[Work task]
Determine how many of the lines below include "parametrize", then respond with that number and no other text.

---*---

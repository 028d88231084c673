"""Ctrl-C while drawing and while solving: exit 130 within seconds, nothing half-written, no process left.

The signal goes to the whole process group, as a terminal sends it. "Within seconds" is a patience of the test, not a
claim about time: what is asserted is that the run ends by itself."""

from __future__ import annotations

import os
import sys
from pathlib import Path

import pytest

from tests.integration.small_dossier import Run, write_block, write_small

pytestmark = pytest.mark.skipif(
    not Path("/proc/self/stat").exists() or sys.platform == "win32", reason="process groups are read from /proc"
)


def parts(folder: Path) -> list[Path]:
    return [path for path in folder.rglob("*") if path.name.startswith(".part-")]


def has_drawn(folder: Path) -> bool:
    """Whether a loop is finished in the folder that is being filled (one being written has a name of its own)."""
    return any(not path.name.startswith(".") for part in parts(folder) for path in part.glob("*.gif"))


def stopped_cleanly(run: Run, *folders: Path) -> None:
    code, out, errors = run.interrupt()
    assert code == 130, (code, out, errors)
    assert "Traceback" not in out + errors
    assert len(errors.strip().splitlines()) == 1
    assert "stopped" in errors
    assert run.left_over() == {}, "no process is left"
    for folder in folders:
        assert not folder.exists() or parts(folder) == []


def test_while_drawing(tmp_path):
    dossier, out = write_small(tmp_path / "in"), tmp_path / "reviews" / "out"
    run = Run("review", dossier, "--out", out, "--width", "320", cache=tmp_path / "cache")
    run.wait_until(lambda: has_drawn(tmp_path / "reviews"))
    stopped_cleanly(run, tmp_path)
    assert list((tmp_path / "reviews").iterdir()) == []


def test_while_drawing_over_an_earlier_review(tmp_path):
    """The earlier review stays as it was."""
    dossier, out = write_small(tmp_path / "in"), tmp_path / "reviews" / "out"
    out.mkdir(parents=True)
    (out / "index.html").write_text("earlier")
    run = Run("review", dossier, "--out", out, "--width", "320", "--no-cache", cache=tmp_path / "cache")
    run.wait_until(lambda: has_drawn(tmp_path / "reviews"))
    stopped_cleanly(run, tmp_path)
    assert [(p.name, p.read_text()) for p in out.iterdir()] == [("index.html", "earlier")]


def test_while_libraries_are_imported(tmp_path):
    """VTK turns an interrupt into an ImportError; two moments are tried, whichever it meets."""
    dossier, out = write_small(tmp_path / "in", along=4), tmp_path / "out"
    for used in (1.0, 1.6):
        run = Run("review", dossier, "--out", out, "--width", "320", "--no-cache", cache=tmp_path / "cache")
        run.wait_until(lambda: busy(run.process.pid, used))  # noqa: B023
        stopped_cleanly(run, tmp_path)
        assert not out.exists()


@pytest.mark.parametrize("cached", [True, False])
def test_while_solving(tmp_path, cached):
    """8 125 nodes, 24 000 directions: a factorisation gives no chance to look, so it runs in its own process."""
    dossier, out = write_block(tmp_path / "in", (24, 24, 12)), tmp_path / "reviews" / "out"
    options = [] if cached else ["--no-cache"]
    run = Run("review", dossier, "--out", out, *options, cache=tmp_path / "cache")
    run.wait_until(lambda: any("spawn_main" in words and busy(pid) for pid, words in run.group.items()))
    stopped_cleanly(run, tmp_path)
    assert not out.exists()
    assert not any((tmp_path / "cache").rglob("*.npz"))


def busy(pid: int, seconds: float = 2.5) -> bool:
    """Whether the process has used so much processor time that it is past its imports."""
    try:
        fields = Path(f"/proc/{pid}/stat").read_text().rsplit(")", 1)[1].split()
    except OSError:
        return False
    return (int(fields[11]) + int(fields[12])) / os.sysconf("SC_CLK_TCK") > seconds
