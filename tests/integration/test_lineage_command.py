"""The command that follows modes through a sweep or a row of designs, on two small folded channels."""

from __future__ import annotations

import csv
import json

import pytest
from PIL import Image
from typer.testing import CliRunner

from tests.integration.small_dossier import MODE_NAME, SECOND, Run, write_block, write_small
from tests.sentences import unfounded
from viewer.cli import app

_SWEEP = """
[[sweeps]]
name = "sheet / 1"
what = "thickness"
target = "*"
values = [1.2, 1.5, 2]
"""


def run(*arguments: object):
    return CliRunner().invoke(app, [str(each) for each in arguments])


@pytest.fixture(scope="module")
def folder(tmp_path_factory):
    path = write_small(tmp_path_factory.mktemp("lineage") / "two channels")
    text = (path / "dossier.toml").read_text(encoding="utf-8")
    (path / "dossier.toml").write_text(text + _SWEEP, encoding="utf-8")
    return path


def test_a_sweep_as_json_table_and_picture(folder, tmp_path):
    result = run("lineage", folder, "sheet / 1", "--json", "--out", tmp_path / "t.csv", "--pictures", tmp_path)
    assert result.exit_code == 0, result.output
    facts = json.loads(result.stdout)
    assert facts["values"] == pytest.approx([0.0012, 0.0015, 0.002]) and facts["unit"] == "mm"
    assert facts["lineages"][0]["name"] == MODE_NAME  # that of the design as it is, at 1.5 mm
    assert not unfounded(facts["sentence"], facts)
    hz = facts["lineages"][0]["frequency_hz"]
    assert hz[0] < hz[1] < hz[2]
    rows = list(csv.DictReader((tmp_path / "t.csv").read_text(encoding="utf-8").splitlines()))
    assert [float(row["frequency_hz"]) for row in rows if row["lineage"] == "1"] == hz
    assert [row["value"] for row in rows[:3]] == ["1.2", "1.5", "2.0"]
    with Image.open(tmp_path / "lineage_sheet-1.png") as image:
        assert image.size[0] == 960


def test_without_a_sweep_the_designs_are_followed(folder):
    result = run("lineage", folder)
    assert result.exit_code == 0, result.output
    assert "followed through all 2 designs" in result.stdout and SECOND in result.stdout


@pytest.mark.parametrize(
    ("arguments", "words"),
    [
        (("sheet",), "no sweep named 'sheet'; expected: one of: sheet / 1"),
        (("sheet / 1", "--out", "x.xls"), "x.xls"),
    ],
)
def test_mistakes_are_one_clear_line(folder, arguments, words):
    result = run("lineage", folder, *arguments)
    assert result.exit_code == 1
    assert words in result.output and "Traceback" not in result.output


def test_one_design_alone(tmp_path):
    result = run("lineage", write_block(tmp_path, (2, 2, 2)))
    assert result.exit_code == 1 and "one design alone has no lineage" in result.output


def test_a_sweep_killed_midway_keeps_what_it_solved(tmp_path):
    """Ctrl-C after the first value is in the cache: nothing is left running, a second run solves only the others."""
    write_block(tmp_path, (10, 8, 8))
    values = ", ".join(str(7000 + 100 * k) for k in range(12))
    text = f'[[sweeps]]\nname = "s"\nwhat = "density"\ntarget = "steel"\nvalues = [{values}]\n'
    with (tmp_path / "dossier.toml").open("a") as file:
        file.write(text)
    cache = tmp_path / "cache"
    solved = lambda: {p: p.stat().st_ino for p in cache.rglob("*.npz") if ".part" not in p.name}  # noqa: E731
    first = Run("lineage", tmp_path, "s", cache=cache)
    first.wait_until(lambda: len(solved()) >= 1)
    code, _, errors = first.interrupt()
    assert code == 130 and "Traceback" not in errors
    assert not first.left_over()
    kept = solved()
    assert 1 <= len(kept) < 12
    second = Run("lineage", tmp_path, "s", "--json", cache=cache)
    out, errors = second.process.communicate(timeout=300)
    assert second.process.returncode == 0, errors
    assert len(json.loads(out)["values"]) == 12
    after = solved()
    assert len(after) == 12
    assert {path: after[path] for path in kept} == kept  # not written anew
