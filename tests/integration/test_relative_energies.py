"""Energies of given modes whose material nobody states: shares that hold for one uniform material, and are said to.

The truth is the same body solved with steel, whose energies the tests of mechanics check. In a body of one isotropic
material the shares of strain energy do not depend on Young's modulus or density (linear elasticity: U is
proportional to E at a fixed shape), only on Poisson's ratio, which is 0.3 in both.
"""

from __future__ import annotations

import csv
import json
import sys
from functools import cache

import numpy as np
import pytest
from typer.testing import CliRunner

import viewer
from tests.integration.models import STEEL, block_with_plate, bracket, channel, npz_by_hand, without_rotations
from tests.meshes import box_mesh, plate_mesh
from viewer.cells import skin
from viewer.cli import app
from viewer.errors import InputError, ModelError
from viewer.export.rows import group_rows, mode_caption, mode_rows
from viewer.loaders import write_interchange
from viewer.mechanics.eigen import solve
from viewer.mechanics.energy import RELATIVE, best_formulation, energies
from viewer.model.design import Assignment, Design, Material, Physics
from viewer.model.mesh import CellBlock, Mesh
from viewer.model.modes import ArrayShapes, ModeSet
from viewer.scene.compose import pair_picture, single_picture
from viewer.workspace import better_formulation, study

SHELLS = (Assignment("*", thickness=0.002),)


@cache
def solved(name: str):
    design = {"bracket": lambda: bracket("hex8"), "channel": channel, "mixed": block_with_plate}[name]()
    modes = solve(design, 3)
    return design, without_rotations(modes), energies(design, modes)


def bare(name: str, assignments=()) -> Design:
    return Design("bare", solved(name)[0].mesh, Physics(assignments=tuple(assignments)))


def shares(energy: np.ndarray) -> np.ndarray:
    return energy / energy.sum(axis=1, keepdims=True)


def run(*arguments: object):
    return CliRunner().invoke(app, [str(a) for a in arguments])


def good(*arguments: object) -> str:
    result = run(*arguments)
    assert result.exit_code == 0, result.output + str(result.exception)
    return result.stdout


# --- figures


@pytest.mark.parametrize(
    ("name", "assignments", "bound"),
    [
        ("bracket", (), 1e-9),
        ("channel", SHELLS, 0.01),  # rotations are recovered from translations
        ("mixed", (Assignment("quad4", thickness=0.003),), 0.01),
    ],
)
def test_shares_are_those_of_the_real_material(name, assignments, bound):
    _, modes, truth = solved(name)
    found = viewer.energies(bare(name, assignments), modes)
    assert found.relative
    assert np.abs(found.strain - shares(truth.strain)).sum(axis=1).max() < bound
    for j in range(3):
        volumes = found.volumes / found.volumes.sum()
        np.testing.assert_allclose(found.density(j) * volumes, found.strain[j], atol=1e-12)
    np.testing.assert_allclose(found.kinetic, shares(truth.kinetic), atol=1e-6)


def test_nothing_absolute_is_told():
    _, modes, _ = solved("bracket")
    found = viewer.energies(bare("bracket"), modes)
    np.testing.assert_allclose(found.total_strain, 1)
    facts = found.to_dict(0)
    assert [facts[key] for key in ("strain_energy", "kinetic_energy", "closure", "residual", "trusted")] == [None] * 5
    assert facts["energy_note"] == RELATIVE
    assert found.sentence(0).endswith(f"energies are {RELATIVE}.")
    told = study(bare("bracket"), modes.with_(normalisation="unknown"))
    assert told.modal_mass(0) is None
    assert told.figures is None
    assert "add materials and assign them for closure" in told.cautions[0]
    with pytest.raises(ModelError, match="material"):
        best_formulation(bare("bracket"), modes)


def test_rigid_body_modes_stay_plain():
    design, _, _ = solved("bracket")
    free = solve(Design("free", design.mesh, Physics({"steel": STEEL}, (Assignment("*", "steel"),))), 8)
    told = study(bare("bracket"), without_rotations(free))
    assert [told.has_strain(i) for i in range(8)] == [False] * 6 + [True] * 2
    assert single_picture(told, 1).energy_top is None
    assert told.energies.sentence(0).endswith("a rigid-body mode.")
    assert mode_rows(told)[0]["strain_energy_most_in"] is None


@pytest.mark.parametrize("kind", ["quad4", "tri3"])
def test_sheets_without_thickness_are_refused(kind):
    mesh = plate_mesh(kind, (4, 2), (0.2, 0.1))
    design = Design("sheet", mesh, Physics({"steel": STEEL}, (Assignment("*", "steel", 0.001),)))
    modes = solve(design, 8)
    told = study(Design("sheet", mesh), modes)
    assert told.energies is None
    assert "need a thickness, since the ratio of bending to membrane depends on it" in told.no_energies
    picture = single_picture(told, 7)  # still drawn, without colours
    assert picture.energy_top is None
    half = Design("sheet", mesh, Physics(assignments=(Assignment("all", thickness=0.001),)))
    assert study(half, modes).relative


@pytest.mark.parametrize(
    ("blocks", "words"),
    [
        ((), "has no cells that could hold energy"),
        ((CellBlock("vertex1", np.arange(4)[:, None], np.arange(1, 5)),), "has no cells that could hold energy"),
        ((CellBlock("line2", np.array([[0, 1], [1, 2], [2, 3]]), np.arange(1, 4)),), "of beams need a section"),
    ],
)
def test_geometry_of_a_hammer_test_is_refused(blocks, words):
    mesh = Mesh(np.array([[0.0, 0, 0], [1, 0, 0], [2, 0, 0.1], [3, 0, 0]]), blocks, np.arange(1, 5))
    shapes = ArrayShapes(np.random.default_rng(2).normal(size=(2, 4, 3)))
    told = study(Design("points", mesh), ModeSet(mesh.node_ids, np.array([5.0, 9.0]), shapes, origin="measured"))
    assert told.energies is None
    assert words in told.no_energies


def test_faces_that_only_name_places_need_no_thickness():
    _, modes, _ = solved("bracket")
    mesh = solved("bracket")[0].mesh
    triangles = skin([(block.kind, block.nodes) for block in mesh.blocks]).faces[:5]
    more = mesh.with_(blocks=(*mesh.blocks, CellBlock("tri3", triangles, 9000 + np.arange(5))))
    assert study(Design("named faces", more), modes).relative


def test_part_of_the_materials_is_not_none_of_them():
    """Where some cells have a material the others' is missing, not assumed."""
    design, modes, _ = solved("mixed")
    some = design.with_(physics=Physics({"steel": STEEL}, (Assignment("hex8", "steel"),)))
    told = study(some, modes)
    assert told.energies is None
    assert "no material" in told.no_energies


# --- pictures and tables


def test_picture_and_tables_say_so():
    _, modes, _ = solved("bracket")
    told = study(bare("bracket"), modes)
    picture = viewer.animate(bare("bracket"), modes, 1).picture
    assert picture.energy_top is not None
    assert picture.energy_caution == RELATIVE
    assert any(RELATIVE in words for words in (*picture.note.drawing, *picture.note.condition))
    rows = mode_rows(told)
    assert {row["energy_note"] for row in rows} == {RELATIVE}
    assert {(row["closure"], row["energies_trusted"], row["springs_strain_percent"]) for row in rows} == {(None,) * 3}
    assert RELATIVE in mode_caption(rows[0])
    assert all(row["energy_note"] == RELATIVE for row in group_rows(told))


def test_energies_left_out_are_not_formed(monkeypatch):
    _, modes, _ = solved("bracket")
    module = sys.modules["viewer.workspace.study"]  # the package's own "study" is the function
    monkeypatch.setattr(module, "relative_energies", lambda *_: pytest.fail("formed all the same"))
    picture = viewer.animate(bare("bracket"), modes, 1, energy=False).picture
    assert picture.energy_top is None
    assert picture.energy_caution == ""


def test_compared_with_a_body_of_known_material():
    design, modes, _ = solved("bracket")
    known, assumed = study(design, modes), study(bare("bracket"), modes)
    picture = pair_picture(known, 1, assumed, 1)
    assert picture.energy_caution == f"{RELATIVE}: bare"
    np.testing.assert_allclose(picture.bodies[0].density, picture.bodies[1].density, atol=1e-9)


def test_wrong_material_keeps_its_picture_and_is_marked():
    """Aluminium's modulus on steel's frequencies: shares hold, closure √(70/205) is told, joules are marked."""
    design, modes, truth = solved("bracket")
    soft = Material("steel", 70e9, 0.3, 7850.0)
    wrong = design.with_(physics=Physics({"steel": soft}, (Assignment("*", "steel"),), design.physics.supports))
    told = study(wrong, modes)
    found = told.energies
    assert found is not None
    assert not found.relative
    assert not found.trusted.any()
    assert np.abs(shares(found.strain) - shares(truth.strain)).sum(axis=1).max() < 1e-9
    facts = found.to_dict(0)
    assert facts["closure"] is not None
    assert facts["closure"] < 0.95
    assert facts["energy_note"].startswith("not trusted")
    assert mode_rows(told)[0]["energies_trusted"] is False
    picture = single_picture(told, 1)
    assert picture.energy_top is not None
    assert picture.energy_caution == "energies not trusted"


# --- the better formulation


@pytest.fixture
def full_bricks(tmp_path):
    """Modes of fully integrated bricks, as another program might make them, and a dossier that uses the default."""
    mesh = box_mesh("hex8", (8, 2, 1), (0.4, 0.06, 0.02))
    physics = Physics({"steel": STEEL}, (Assignment("*", "steel", formulation="hex8-full"),))
    modes = solve(Design("plate", mesh, physics), 9)
    path = write_interchange(tmp_path / "plate.npz", mesh, without_rotations(modes))
    (tmp_path / "dossier.toml").write_text(
        'title = "plate"\n[materials.steel]\nyoungs_modulus = 205e9\npoisson = 0.3\ndensity = 7850\n'
        f'[[designs]]\nname = "plate"\nmesh = "{path.name}"\nmodes = "{path.name}"\n'
        'assign = [{target = "*", material = "steel"}]\n'
    )
    return tmp_path / "dossier.toml"


def test_better_formulation_is_named_and_works(full_bricks):
    told = good("check", full_bricks)
    assert "plate: hex8-full closes better with these modes: off by 0.00% (median)" in told
    assert "with hex8-incompatible" in told
    assert """write formulation = "hex8-full" in the assignment to '*'""" in told
    (better,) = json.loads(good("modes", full_bricks, "--json"))["better_formulations"]
    assert better["formulations"] == {"hex8": "hex8-full"}
    assert better["closure_error"] < 1e-6 < 0.05 < better["used_closure_error"]
    text = full_bricks.read_text()
    full_bricks.write_text(text.replace('material = "steel"}', 'material = "steel", formulation = "hex8-full"}'))
    assert "closes better" not in good("check", full_bricks)
    printed = json.loads(good("modes", full_bricks, "--json"))
    assert printed["better_formulations"] == []
    assert all(row["energies_trusted"] for row in printed["modes"][6:])


def test_assignments_of_several_kinds_are_told_apart():
    bricks = box_mesh("hex8", (8, 2, 1), (0.4, 0.06, 0.02))
    (block,) = bricks.blocks
    coat = CellBlock("quad4", block.nodes[:, 4:], 1000 + np.arange(len(block)))
    coated = Design(
        "coated",
        bricks.with_(blocks=(block, coat)),
        Physics(
            {"steel": STEEL},
            (Assignment("*", "steel", 1e-4), Assignment("hex8", "steel", formulation="hex8-full")),
        ),
    )
    given = without_rotations(solve(coated, 8))
    loose = coated.with_(physics=Physics({"steel": STEEL}, (Assignment("*", "steel", 1e-4),)))
    found = better_formulation(study(loose, given))
    assert found is not None
    assert found.names == {"hex8": "hex8-full"}
    assert 'in an assignment of hex8 cells alone (target = "hex8")' in found.sentence


# --- the draft of check


@pytest.mark.parametrize("apart", [False, True], ids=["in the mesh file", "in a file of their own"])
def test_draft_for_a_mesh_with_modes_works_at_once(apart, tmp_path):
    design, modes, _ = solved("bracket")
    folder = tmp_path / "a part"
    folder.mkdir()
    mesh = write_interchange(folder / 'angle "1".vtu', design.mesh, *(() if apart else (modes,)))
    given = [npz_by_hand(folder / "the modes.npz", design.mesh, modes)] if apart else []
    dossier = folder / "dossier.toml"
    dossier.write_text(good("check", mesh, *given), encoding="utf-8")
    assert "the dossier is sound" in good("check", dossier)
    picture = folder / "mode.png"
    good("animate", dossier, 2, "--out", picture, "--width", 320, "--no-cache")
    assert picture.stat().st_size > 0
    out = tmp_path / "review"
    printed = good("review", dossier, "--out", out, "--count", 1, "--width", 320, "--no-cache")
    assert RELATIVE in printed
    assert RELATIVE in (out / "index.html").read_text(encoding="utf-8")
    summary = json.loads((out / "summary.json").read_text(encoding="utf-8"))
    assert any(RELATIVE in words for words in summary["cautions"])
    with (out / "baseline_modes.csv").open(encoding="utf-8") as stream:
        assert {row["energy_note"] for row in csv.DictReader(stream)} == {RELATIVE}


def test_draft_for_a_sheet_with_modes_needs_only_its_thickness(tmp_path):
    design, modes, _ = solved("channel")
    mesh = write_interchange(tmp_path / "channel.vtu", design.mesh, modes)
    dossier = tmp_path / "dossier.toml"
    text = good("check", mesh)
    dossier.write_text(text, encoding="utf-8")
    assert "need a thickness" in good("check", dossier)
    good("animate", dossier, 1, "--out", tmp_path / "plain.png", "--width", 320)
    line = '# assign = [{target = "*", material = "material", thickness = }]'
    assert line in text
    dossier.write_text(text.replace(line, 'assign = [{target = "*", thickness = 0.002}]'), encoding="utf-8")
    assert RELATIVE in good("check", dossier)
    good("animate", dossier, 1, "--out", tmp_path / "coloured.png", "--width", 320)


@pytest.mark.parametrize("name", ["bracket", "channel"])
def test_draft_for_a_bare_mesh_works_once_filled_in(name, tmp_path):
    mesh = write_interchange(tmp_path / "part.vtu", solved(name)[0].mesh)
    dossier = tmp_path / "dossier.toml"
    text = good("check", mesh)
    dossier.write_text(text, encoding="utf-8")
    unfilled = run("check", dossier)
    assert unfilled.exit_code == 1
    assert "Traceback" not in unfilled.output
    marked = {
        "# youngs_modulus = ": "youngs_modulus = 205",
        "# poisson = ": "poisson = 0.3",
        "# density = ": "density = 7850",
        "# supports": "supports",
        "# assign": "assign",
        "thickness = }": "thickness = 0.002}",
    }
    for mark, filled in marked.items():
        text = text.replace(mark, filled)
    dossier.write_text(text.replace("solve = 6", "solve = 2"), encoding="utf-8")
    assert "the dossier is sound" in good("check", dossier)
    good("animate", dossier, 1, "--out", tmp_path / "mode.png", "--width", 320, "--no-cache")
    out = tmp_path / "review"
    good("review", dossier, "--out", out, "--width", 320, "--no-cache")
    rows = json.loads((out / "summary.json").read_text(encoding="utf-8"))["designs"]["baseline"]["modes"]
    assert [row["energies_trusted"] for row in rows] == [True, True]


def test_thickness_without_material_is_for_given_modes_only(tmp_path):
    head = 'title = "a"\n[[designs]]\nname = "a"\nmesh = "a.vtu"\n'
    for text, place in (
        (head + "assign = [{thickness = 2}]\n", "assign 1 says no material"),
        (
            head + 'modes = "m.vtu"\nassign = [{material = "steel"}, {target = "x", thickness = 2}]\n'
            "[materials.steel]\nyoungs_modulus = 2e11\npoisson = 0.3\ndensity = 7850\n",
            "assign 2 says no material",
        ),
    ):
        path = tmp_path / "dossier.toml"
        path.write_text(text)
        with pytest.raises(InputError, match=place):
            viewer.open_dossier(path)
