"""Modes that come from a file with translations only tell the same energies as the solution they came from.

The truth is our own solution of the same model, whose energies the tests of mechanics check against the global
quadratic forms. Bounds: energies by cell to 2 % of the whole, closure within 1 %.
"""

from __future__ import annotations

from functools import cache

import numpy as np
import pytest

from tests.integration.models import block_with_plate, bracket, channel, npz_by_hand, without_rotations
from viewer.errors import LoadError
from viewer.loaders import read_mesh, read_modes, write_interchange
from viewer.mechanics.eigen import solve
from viewer.mechanics.energy import energies

DESIGNS = {
    "hex8": lambda: bracket("hex8"),
    "hex20": lambda: bracket("hex20"),
    "tet10": lambda: bracket("tet10"),
    "channel of quad4 and tri3": channel,
    "hex8 with quad4": block_with_plate,
}
CARRIERS = (".vtu", ".npz", ".h5", ".csv")
COUNT = 5


@cache
def solved(name: str):
    design = DESIGNS[name]()
    modes = solve(design, COUNT)
    return design, modes, energies(design, modes)


def difference(found, truth) -> np.ndarray:
    """(k,) Σ|ΔUe| / ΣUe, springs among the parts."""
    mine = np.hstack([found.strain, found.springs])
    theirs = np.hstack([truth.strain, truth.springs])
    return np.abs(mine - theirs).sum(axis=1) / theirs.sum(axis=1)


@pytest.mark.parametrize("suffix", CARRIERS)
@pytest.mark.parametrize("name", DESIGNS)
def test_translations_alone_tell_the_energies(name, suffix, tmp_path):
    design, modes, truth = solved(name)
    path = write_interchange(tmp_path / f"part{suffix}", design.mesh, without_rotations(modes))
    mesh = read_mesh(path)
    given = read_modes(path, mesh)
    assert given.shapes.has_rotations is False
    assert given.origin == "imported"
    found = energies(design.with_(mesh=mesh), given)
    assert difference(found, truth).max() <= 0.02
    np.testing.assert_allclose(found.closure, 1, atol=0.01)
    assert found.trusted.all()
    np.testing.assert_allclose(found.kinetic.sum(axis=1), truth.kinetic.sum(axis=1), rtol=0.01)
    np.testing.assert_allclose(found.masses, truth.masses, rtol=0.01)


@pytest.mark.parametrize("name", DESIGNS)
def test_single_precision_is_good_enough_or_said_not_to_be(name, tmp_path):
    design, modes, truth = solved(name)
    path = npz_by_hand(tmp_path / "short.npz", design.mesh, modes, dtype=np.float32)
    found = energies(design, read_modes(path, design.mesh))
    warned = any("digits" in caution for caution in found.cautions)
    assert difference(found, truth).max() <= 0.02 or warned


def test_a_mass_that_spins_with_the_sheet_is_recovered_or_not_trusted(tmp_path):
    """Its inertia loads the edge's rotations: least strain energy alone is 17 % off in mode 3."""
    design = block_with_plate("edge")
    modes = solve(design, COUNT)
    path = npz_by_hand(tmp_path / "edge.npz", design.mesh, modes)
    found, truth = energies(design, read_modes(path, design.mesh)), energies(design, modes)
    good = difference(found, truth) <= 0.02
    assert (good | ~found.trusted | any("cannot be recovered" in caution for caution in found.cautions)).all()


def test_lost_digits_of_a_thin_sheet_are_said(tmp_path):
    """Three digits after the point of the largest motion: bending energies of the sheet are noise."""
    design, modes, _ = solved("channel of quad4 and tri3")
    moved = np.stack([modes.shape(i) for i in range(modes.count)])
    step = 1e-3 * np.abs(moved).max(axis=(1, 2), keepdims=True)
    path = tmp_path / "blunt.npz"
    np.savez(path, modes=np.round(moved / step) * 1e-3, freq_hz=modes.freq_hz, node_id=design.mesh.node_ids)
    found = energies(design, read_modes(path, design.mesh))
    assert not found.trusted.all(), "noise of this size must not pass as a mode"
    assert any("digits" in caution for caution in found.cautions)


@pytest.mark.parametrize("suffix", [".npz", ".csv"])
def test_modes_in_any_order_of_nodes_are_joined_by_id(suffix, tmp_path):
    design, modes, truth = solved("channel of quad4 and tri3")
    order = np.random.default_rng(5).permutation(design.mesh.n_nodes)
    if suffix == ".npz":
        path = npz_by_hand(tmp_path / "mixed.npz", design.mesh, modes, order)
    else:
        path = tmp_path / "mixed.csv"
        rows = ["mode,node,ux,uy,uz,freq_hz"]
        for number in range(modes.count):
            shape, freq = modes.shape(number), float(modes.freq_hz[number])
            for row in order:
                moved = ",".join(repr(float(u)) for u in shape[row])
                rows.append(f"{number + 1},{design.mesh.node_ids[row]},{moved},{freq!r}")
        path.write_text("\n".join(rows) + "\n")
    given = read_modes(path, design.mesh)
    np.testing.assert_array_equal(given.freq_hz, modes.freq_hz)
    for number in range(modes.count):
        np.testing.assert_array_equal(given.shape(number), modes.shape(number))
    found = energies(design, given)
    assert found.trusted.all()
    assert difference(found, truth).max() <= 0.02


@pytest.mark.parametrize(("change", "words"), [("fewer", "only in the mesh"), ("more", "only in the mode file")])
def test_modes_on_other_nodes_are_refused_by_name(change, words, tmp_path):
    design, modes, _ = solved("channel of quad4 and tri3")
    moved = np.stack([modes.shape(i) for i in range(modes.count)])
    ids = design.mesh.node_ids
    if change == "fewer":
        moved, ids = moved[:, :-3], ids[:-3]
    else:
        moved, ids = np.concatenate([moved, moved[:, :3]], axis=1), np.append(ids, [900001, 900002, 900003])
    path = tmp_path / "other.npz"
    np.savez(path, modes=moved, freq_hz=modes.freq_hz, node_id=ids)
    with pytest.raises(LoadError) as caught:
        read_modes(path, design.mesh)
    text = str(caught.value)
    assert "other.npz" in text
    assert f"3 nodes {words}" in text
    assert "\n" not in text
    if change == "more":
        assert "900001" in text


def test_shuffled_rows_without_ids_are_no_modes(tmp_path):
    """Rows in another order and no ids: nothing can tell but the mechanics, which must not trust the energies."""
    design, modes, _ = solved("hex8")
    plain = design.with_(mesh=design.mesh.with_(node_ids=np.arange(1, design.mesh.n_nodes + 1)))
    moved = np.stack([modes.shape(i) for i in range(modes.count)])
    moved = moved[:, np.random.default_rng(2).permutation(moved.shape[1])]
    path = tmp_path / "nameless.npz"
    np.savez(path, modes=moved, freq_hz=modes.freq_hz)
    found = energies(plain, read_modes(path, plain.mesh))
    assert not found.trusted.any()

---*---

[Worked solution]
12